Damon's eyes didn't move from her face.
"You crossed wolf territory alone," he said. "On foot. No escort. No papers. Middle of the night." A pause. "That's not what people do when they have nowhere to go. That's what people do when they have somewhere specific to be."
The cabin was very quiet.
"I was running," she said. "Direction didn't matter."
"Direction always matters," he said. "East would have taken you to the Harren settlements, three times closer, half the danger. You went north instead, into the most heavily patrolled wolf territory in the region." He tilted his head just slightly.
"Why north?"
She held his gaze and said nothing.
That was an answer too and they both understood it.
He moved on without pressing. New angle.
"You have no fear response," he said. "I watched you yesterday. I'm watching you now. Most humans in your position, alone, no protection, kill order over their head, they give something away. Shaking hands. Eyes going to the exits. Something." He looked at her hands resting in her lap.
"Nothing from you."
"Fear takes energy," she said. "I need mine."
"For what?"
"Surviving."
"Surviving what specifically?"
She almost smiled at that. He was good. She had known it from yesterday but sitting across from it properly now she could feel the full weight of it, the way each question opened into another question, the way he used silence to do the work she wouldn't do for him, the way he assembled things from her answers even when her answers gave him almost nothing to work with.
Most people interrogated looking for a confession.
Damon interrogated like he was building a picture piece by piece and would finish it eventually whether she helped him or not.
"You're not afraid of me," he said. The questions had stopped. He was just looking at her now. "Why?"
She met his eyes directly.
"Should I be?" she said.
One second of silence. Two.
"Yes," he said. "Deeply."
No heat in it. No performance. Just a plain fact handed over the same way he handed over everything, like the truth was always the most efficient option and he had never found a reason to use anything else.
She believed him completely.
That was the thing about Damon Vayne she was going to have to stay careful about. Everything Kael had told her, the patterns, the details, the never failing, she had taken it seriously. But hearing it secondhand and sitting three feet from it were entirely different things.
He was the most dangerous person she had met in this territory.
And he still didn't know she had crossed on purpose.
She could see the shape of what he didn't know in the questions he was asking. He was working from the assumption that she was a refugee. Desperate. Running without a real direction. He was looking for the hidden thing inside a story he believed was mostly true.
He was in the right room and the wrong corner.
She needed to keep him exactly there.
"I've already survived things that should have killed me," she said. "A raid. Four months alone. A border crossing on foot with broken ribs." She held his gaze and didn't blink. "You're dangerous. I understand that. But danger stopped scaring me the night I buried my brother."
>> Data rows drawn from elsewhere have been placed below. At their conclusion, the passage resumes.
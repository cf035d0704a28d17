// The notification history: every message Whorl sent, newest first, each with
// what it is about, where its delivery stands and the record it concerns.
// Administrators may read anyone's, and see whether the mail server keeps up.
import { Link } from 'react-router-dom';
import { useAbility } from '../../../lib/ability';
import { subject } from '@casl/ability';
import { Button } from '../../../components/ui/button';
import { FilterSearch, FilterSelect } from '../../../components/ui/list-filter';
import { EmptyState, ErrorNotice, Loading } from '../../../components/ui/states';
import { useListParams } from '../../../hooks/use-list-params';
import type { NotificationStatus, NotificationView } from '../../../../shared/schemas/notifications';
import { useDeliveryHealth, useNotifications, usePeople } from '../api/messages';
import { DeliveryChoice } from './delivery-choice';

const when = (iso: string) =>
  new Date(iso).toLocaleString('en-GB', { day: 'numeric', month: 'short', year: 'numeric', hour: '2-digit', minute: '2-digit', timeZone: 'UTC' }) + ' UTC';

const STATUS_TONE: Record<NotificationStatus, string> = {
  sent: 'border-lagoon/40 text-ink',
  sent_in_digest: 'border-lagoon/40 text-ink',
  held_for_digest: 'border-ink/25 text-ink-soft',
  sending: 'border-ink/25 text-ink-soft',
  retrying: 'border-warn/50 text-ink',
};

function MessageCard({ message, showRecipient }: { message: NotificationView; showRecipient: boolean }) {
  return (
    <li className="rounded-lg border border-ink/10 bg-white p-3">
      <div className="flex flex-wrap items-baseline justify-between gap-x-4 gap-y-1">
        <p className="text-xs font-bold text-lagoon">{message.kindLabel}</p>
        <p className="text-xs text-ink-soft">
          <time dateTime={message.createdAt}>{when(message.createdAt)}</time>
        </p>
      </div>
      <h3 className="mt-0.5 font-bold text-ink">{message.subject}</h3>
      <div className="mt-1 flex flex-wrap items-center gap-x-3 gap-y-1 text-sm">
        <span className={`rounded border px-1.5 py-0.5 text-xs ${STATUS_TONE[message.status]}`}>
          {message.statusLabel}
          {message.sentAt ? `, ${when(message.sentAt)}` : ''}
        </span>
        {showRecipient && (
          <span className="text-ink-soft">
            To {message.recipient.displayName ?? message.recipient.address}
          </span>
        )}
        {message.recordPath && (
          <Link className="font-bold text-lagoon underline" to={message.recordPath}>
            Open the record
          </Link>
        )}
      </div>
      <details className="mt-2 text-sm">
        <summary className="cursor-pointer text-ink-soft">Read the message</summary>
        <p className="mt-2 whitespace-pre-wrap rounded border border-ink/10 bg-paper p-3 text-ink">{message.text}</p>
      </details>
    </li>
  );
}

function DeliveryHealthNote() {
  const health = useDeliveryHealth(true);
  if (!health.data) return null;
  const { catching, outbox } = health.data;
  return (
    <div className="flex flex-col gap-2 text-sm">
      {catching && (
        <p className="rounded-md border border-ink/10 bg-white px-3 py-2 text-ink-soft">
          No mail server is configured, so a mail catcher inside Whorl receives every message instead of people's inboxes. Configure one to deliver them.
        </p>
      )}
      {outbox.retrying > 0 && (
        <p role="status" className="rounded-md border border-warn/40 bg-amber-50 px-3 py-2 text-ink">
          {outbox.retrying} {outbox.retrying === 1 ? 'message is' : 'messages are'} waiting because the mail server refused or could not be reached;
          Whorl keeps retrying and nothing is lost.
          {outbox.lastError ? <> The server last answered: {outbox.lastError}</> : null}
        </p>
      )}
    </div>
  );
}

export function MessagesView() {
  const ability = useAbility();
  // Reading a message addressed to someone else is the administrator's right only.
  const readsEveryone = ability.can('read', subject('Notification', { toUserId: 0 }));
  const list = useListParams({ pageSize: 20 });
  const person = readsEveryone ? (list.filters.person ?? 'me') : 'me';
  const messages = useNotifications({ ...list.query, person });
  const people = usePeople(readsEveryone);
  const items = messages.data?.items ?? [];
  const total = messages.data?.total ?? 0;
  const pages = Math.max(1, Math.ceil(total / list.pageSize));
  const showRecipient = person !== 'me';

  return (
    <div className="flex flex-col gap-4">
      <DeliveryChoice />
      {readsEveryone && <DeliveryHealthNote />}
      <section aria-labelledby="history-heading" className="flex flex-col gap-3">
        <h2 id="history-heading" className="font-bold text-ink">
          {person === 'me' ? 'Sent to you' : person === 'all' ? 'Sent to everyone' : 'Sent to the person chosen'}
        </h2>
        <div className="flex flex-wrap items-end gap-3">
          {readsEveryone && (
            <FilterSelect
              label="Whose messages"
              anyLabel="Mine"
              value={person === 'me' ? '' : person}
              options={[{ value: 'all', label: 'Everyone' }, ...(people.data?.items ?? []).map((user) => ({ value: String(user.id), label: user.displayName }))]}
              onChange={(value) => list.update({ person: value || null })}
            />
          )}
          <FilterSearch label="Search the subjects" placeholder="e.g. CA-2026-0012" defaultValue={list.q} onChange={(value) => list.update({ q: value })} />
        </div>
        {messages.isLoading && <Loading what="Loading the messages" />}
        {messages.error ? <ErrorNotice error={messages.error} title="The messages could not be loaded" /> : null}
        {messages.data && items.length === 0 && (
          <EmptyState title={list.q ? 'No message matches the search' : 'No messages yet'}>
            Assignments, returns, reminders and digests appear here as Whorl sends them.
          </EmptyState>
        )}
        {items.length > 0 && (
          <>
            <ol className="flex flex-col gap-2" aria-label="Messages, newest first" aria-busy={messages.isPlaceholderData || undefined}>
              {items.map((message) => (
                <MessageCard key={message.id} message={message} showRecipient={showRecipient} />
              ))}
            </ol>
            <div className="flex items-center justify-between text-sm text-ink-soft">
              <span>
                {total} {total === 1 ? 'message' : 'messages'} · page {list.page} of {pages}
              </span>
              <div className="flex gap-2">
                <Button variant="secondary" disabled={list.page <= 1} onClick={() => list.update({ page: list.page - 1 }, { resetPage: false })}>
                  Newer
                </Button>
                <Button variant="secondary" disabled={list.page >= pages} onClick={() => list.update({ page: list.page + 1 }, { resetPage: false })}>
                  Older
                </Button>
              </div>
            </div>
          </>
        )}
      </section>
    </div>
  );
}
Something moved in his expression. Brief, just a second. Something that wasn't calculation, something more human than that, there and gone before she could put a name to it.
He stood.
"How old was he?" Damon asked.
She hadn't prepared for that question. Of everything he could have said that was the last thing she'd expected from him.
"Twenty-two," she said.
He nodded once, then looked across at Kael. Something passed between the two cousins, quick and silent, built from a lifetime of knowing each other. She couldn't read it.
Then he walked to the door.
"I'll be back," he said.
The door closed.
Aria let out a slow breath and looked at her hands in her lap. Completely still. She was proud of that.
"He believed you," Kael said quietly from across the room.
She looked up.
"For now," she said. "He believed m
e for now."
That was the only thing that mattered.
For now was enough.
She just had to make sure it lasted long enough.